Archive consumption is still puzzling for me. From the mission statement there were two things: how does one consume, and what is the meaning or purpose of this consumption? Where does an idea fall in the experience of archive consumption?

Who is the chef?
Who is curating this information? Is this a dinner party? A potluck of Web 2.0?

Are you dining alone?
Is this a group experience? How does one change the "TV channel changer" interaction? (One person in charge, the others watch.) To better fit this metaphor, how can the overall experience be satisfying, while the individuals have what they ordered?

Is there a kid’s menu?
How does this experience change when it is targeted towards kids (or another group)? Should it be? Are there fun goodies that would also be appreciated by adults?

Dining out?
Going to the restaurant is akin to attending an event. This leaves the opportunity for storytelling, but this means more time. This is opposite to browsing. When you have a group experience of a performance, this is typically a batch procedure, unless you are at a cafeteria.

Do I get to consume in my pajamas? At my leisure? Will I be judged for ordering the same thing over and over again?

Is there 24-hour service? How often should I cook over eating out?
Sometimes you don't need a 3-course meal on demand all day. While the past is the means by which we rationalize the present, it doesn't mean it is accessed all the time. How close is the present experience with the past, and how can this factor change with incorporation of technology (on-demand = snacking)?

Idea dump:
  • running through time: scrolling and browsing by means of a treadmill
  • sailing a ship: cooperate with the crew to navigate to different areas of interest (in the sea of knowledge and history!)
  • align the stars: see how different factors affect important events in history? Has anyone else experienced "The Fable Game" by Enzo Mari? Through different combinations of images on cards, a different story is told.
  • historic farts: inspired by the audio capture and retrieval in the 3-d space.
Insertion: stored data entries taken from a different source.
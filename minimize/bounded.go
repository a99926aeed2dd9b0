package minimize

import "github.com/tenter-go/tenter/internal/nested"

// bounds keeps the unknowns between two values by an active set: an unknown
// that stands at a bound and is pushed against it does not move. Steps of the
// others are cut at the bounds, the projected Newton method [Bertsekas 1982,
// SIAM J. Control Optim. 20, 221].
type bounds struct {
	low, high []float64
	active    []bool
	count     int
}

// newBounds returns nil for no bounds.
func newBounds(low, high []float64) *bounds {
	if low == nil {
		return nil
	}
	return &bounds{low: low, high: high, active: make([]bool, len(low))}
}

// choose sets the active set at x for the gradient g, which has the linear
// conditions taken off.
func (b *bounds) choose(x, g []float64) {
	b.count = 0
	for u, v := range x {
		b.active[u] = v <= b.low[u] && g[u] > 0 || v >= b.high[u] && g[u] < 0
		if b.active[u] {
			b.count++
		}
	}
}

// cut shortens the step δ from x so that no unknown passes a bound.
func (b *bounds) cut(delta, x []float64) {
	for u, d := range delta {
		delta[u] = min(max(x[u]+d, b.low[u]), b.high[u]) - x[u]
	}
}

// shorten scales the step δ from x so that no unknown passes a bound; unlike
// cut it keeps the direction, and with it linear conditions.
func (b *bounds) shorten(delta, x []float64) {
	scale := 1.0
	for u, d := range delta {
		switch {
		case x[u]+d > b.high[u]:
			scale = min(scale, (b.high[u]-x[u])/d)
		case x[u]+d < b.low[u]:
			scale = min(scale, (b.low[u]-x[u])/d)
		}
	}
	for u := range delta {
		delta[u] *= scale
	}
	b.cut(delta, x) // for rounding
}

// isolate uncouples the active unknowns in the values of a matrix: their rows
// become those of the identity times their diagonal.
func (b *bounds) isolate(p *nested.Pattern, values []float64) {
	if b.count == 0 {
		return
	}
	for i := range p.N {
		for k := p.Ptr[i]; k < p.Ptr[i+1]; k++ {
			if j := int(p.Adj[k]); j != i && (b.active[i] || b.active[j]) {
				values[k] = 0
			}
		}
	}
}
Can someone go through a space and leave something invisible to be discovered by the next person? (Enjoyability not addressed)
  • spy game: you are kidnapped and when you awaken, you are in some reality that is not the current one
  • RISK: mission-based gaming, promote the propaganda message
  • ritualistic invocation of the past: now that technology presents the same image to multiple (whereas before it was personal, individual visions), how can this relate to storytelling?